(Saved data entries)
———

"""The calculation trace: a figure that remembers how it was worked out.

A clause function is a pure function of plain figures. Called with floats it gives a float; called
with quantities it gives a quantity that knows its formula in symbols and in figures. So a trace and
a number always come from the same expression:

    >>> def tension_resistance(k_2: N, f_ub: N, A_s: N, gamma_M2: N) -> N:
    ...     return k_2 * f_ub * A_s / gamma_M2
    >>> trace = Trace()
    >>> k_2 = trace.given("k_2", 0.9, "", "Table 3.4")
    >>> F_tRd = trace.step("F_t,Rd", tension_resistance(k_2, ...), "kN", "Table 3.4")

Quantities are in N, mm and N/mm²; a step may show kN or kNm.
"""

from __future__ import annotations

import math
from collections.abc import Sequence
from typing import TypeVar

from ..model.results import Step

SCALE = {"kN": 1e3, "kNm": 1e6}
"""How many of the inner unit (N, Nmm) make one of a shown unit."""

CONSTANTS = {math.pi: "π", math.sqrt(2): "√2", math.sqrt(3): "√3"}
"""Numbers that a person would write as a symbol."""

_SUM, _QUOTIENT, _PRODUCT, _POWER, _ATOM = 1, 2, 3, 4, 5
"""How firmly a formula holds together. A quotient is looser than a product, so that a / b is never read into a·b."""


def figure(value: float) -> str:
    """Write a number as a person would put it into a formula."""
    if value == 0 or not math.isfinite(value):
        return f"{value:g}"
    decimals = max(0, 3 - math.floor(math.log10(abs(value)))) if abs(value) < 1e4 else 0
    text = f"{value:.{decimals}f}"
    return text.rstrip("0").rstrip(".") if "." in text else text


class Quantity:
    """A number with the formula that gave it. Compares and orders by value."""

    __slots__ = ("figures", "rank", "symbols", "value")

    def __init__(self, value: float, symbols: str, figures: str, rank: int = _ATOM) -> None:
        self.value = value
        self.symbols = symbols
        self.figures = figures
        self.rank = rank

    def __float__(self) -> float:
        return float(self.value)

    def __repr__(self) -> str:
        return f"Quantity({self.symbols} = {self.value:g})"

    def _wrapped(self, rank: int) -> tuple[str, str]:
        if self.rank < rank:
            return f"({self.symbols})", f"({self.figures})"
        negative = self.figures.startswith("-") or self.figures.startswith("−")
        return self.symbols, f"({self.figures})" if negative and rank > _SUM else self.figures

    def _join(self, other: Quantity | float, value: float, sign: str, ranks: tuple[int, int, int]) -> Quantity:
        left, right = self._wrapped(ranks[0]), _quantity(other)._wrapped(ranks[1])
        return Quantity(value, f"{left[0]}{sign}{right[0]}", f"{left[1]}{sign}{right[1]}", ranks[2])

    def __add__(self, other: Quantity | float) -> Quantity:
        return self._join(other, self.value + float(other), " + ", (_SUM, _SUM, _SUM))

    def __radd__(self, other: float) -> Quantity:
        return _quantity(other) + self

    def __sub__(self, other: Quantity | float) -> Quantity:
        return self._join(other, self.value - float(other), " − ", (_SUM, _QUOTIENT, _SUM))

    def __rsub__(self, other: float) -> Quantity:
        return _quantity(other) - self

    def __mul__(self, other: Quantity | float) -> Quantity:
        return self._join(other, self.value * float(other), "·", (_PRODUCT, _PRODUCT, _PRODUCT))

    def __rmul__(self, other: float) -> Quantity:
        return _quantity(other) * self

    def __truediv__(self, other: Quantity | float) -> Quantity:
        return self._join(other, self.value / float(other), " / ", (_PRODUCT, _POWER, _QUOTIENT))

    def __rtruediv__(self, other: float) -> Quantity:
        return _quantity(other) / self

    def __pow__(self, exponent: float) -> Quantity:
        shown = "²" if exponent == 2 else "³" if exponent == 3 else f"^{exponent:g}"
        base = self._wrapped(_ATOM)
        return Quantity(self.value**exponent, f"{base[0]}{shown}", f"{base[1]}{shown}", _POWER)

    def __neg__(self) -> Quantity:
        inner = self._wrapped(_QUOTIENT)
        return Quantity(-self.value, f"−{inner[0]}", f"−{inner[1]}", _SUM)

    def __lt__(self, other: Quantity | float) -> bool:
        return self.value < float(other)

    def __le__(self, other: Quantity | float) -> bool:
        return self.value <= float(other)

    def __gt__(self, other: Quantity | float) -> bool:
        return self.value > float(other)

    def __ge__(self, other: Quantity | float) -> bool:
        return self.value >= float(other)


N = TypeVar("N", float, Quantity)
"""A plain figure or a traced one: the type of a clause function's arguments."""


def _quantity(value: Quantity | float) -> Quantity:
    if isinstance(value, Quantity):
        return value
    return Quantity(value, CONSTANTS.get(value) or figure(value), figure(value))


def _function(name: str, value: float, arguments: Sequence[Quantity]) -> Quantity:
    symbols = "; ".join(argument.symbols for argument in arguments)
    figures = "; ".join(argument.figures for argument in arguments)
    return Quantity(value, f"{name}({symbols})", f"{name}({figures})", _ATOM)


def least(first: N, *others: N) -> N:
    """The smallest of the figures, as the standards write min(a; b)."""
    values: list[Quantity | float] = [first, *others]
    smallest = min(float(value) for value in values)
    if isinstance(first, Quantity):
        return _function("min", smallest, [_quantity(value) for value in values])
    return smallest


def greatest(first: N, *others: N) -> N:
    """The largest of the figures, as the standards write max(a; b)."""
    values: list[Quantity | float] = [first, *others]
    largest = max(float(value) for value in values)
    if isinstance(first, Quantity):
        return _function("max", largest, [_quantity(value) for value in values])
    return largest


def root(value: N) -> N:
    """The square root."""
    if isinstance(value, Quantity):
        return _function("√", math.sqrt(value.value), (value,))
    return math.sqrt(value)


class Trace:
    """The steps of one calculation, in the order a person would follow them."""

    def __init__(self) -> None:
        self.steps: list[Step] = []

    def given(self, symbol: str, value: float, unit: str, origin: str) -> Quantity:
        """Record an input and where it came from; return it for use in formulas."""
        self._record(symbol, "", "", value, unit, origin)
        return Quantity(value, symbol, figure(value))

    def constant(self, symbol: str, value: float) -> Quantity:
        """Return a number under a symbol without a line of its own (an index, a count already told)."""
        return Quantity(value, symbol, figure(value))

    def step(self, symbol: str, result: Quantity, unit: str, reference: str) -> Quantity:
        """Record a worked-out figure and its clause; return it under its symbol."""
        self._record(symbol, result.symbols, result.figures, result.value, unit, reference)
        return Quantity(result.value, symbol, figure(result.value))

    def _record(self, symbol: str, symbols: str, figures: str, value: float, unit: str, reference: str) -> None:
        shown = value / SCALE.get(unit, 1.0)
        self.steps.append(
            Step(
                symbol=symbol,
                expression=symbols,
                figures=figures,
                value=shown,
                unit=unit,
                reference=reference,
            )
        )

———

Above are the records; copy exactly the lines from the line with "def __rsub__(self, other: float)" through the line with "return _quantity(other) / self", both included.

Problem solution:
    def __rsub__(self, other: float) -> Quantity:
        return _quantity(other) - self

    def __mul__(self, other: Quantity | float) -> Quantity:
        return self._join(other, self.value * float(other), "·", (_PRODUCT, _PRODUCT, _PRODUCT))

    def __rmul__(self, other: float) -> Quantity:
        return _quantity(other) * self

    def __truediv__(self, other: Quantity | float) -> Quantity:
        return self._join(other, self.value / float(other), " / ", (_PRODUCT, _POWER, _QUOTIENT))

    def __rtruediv__(self, other: float) -> Quantity:
        return _quantity(other) / self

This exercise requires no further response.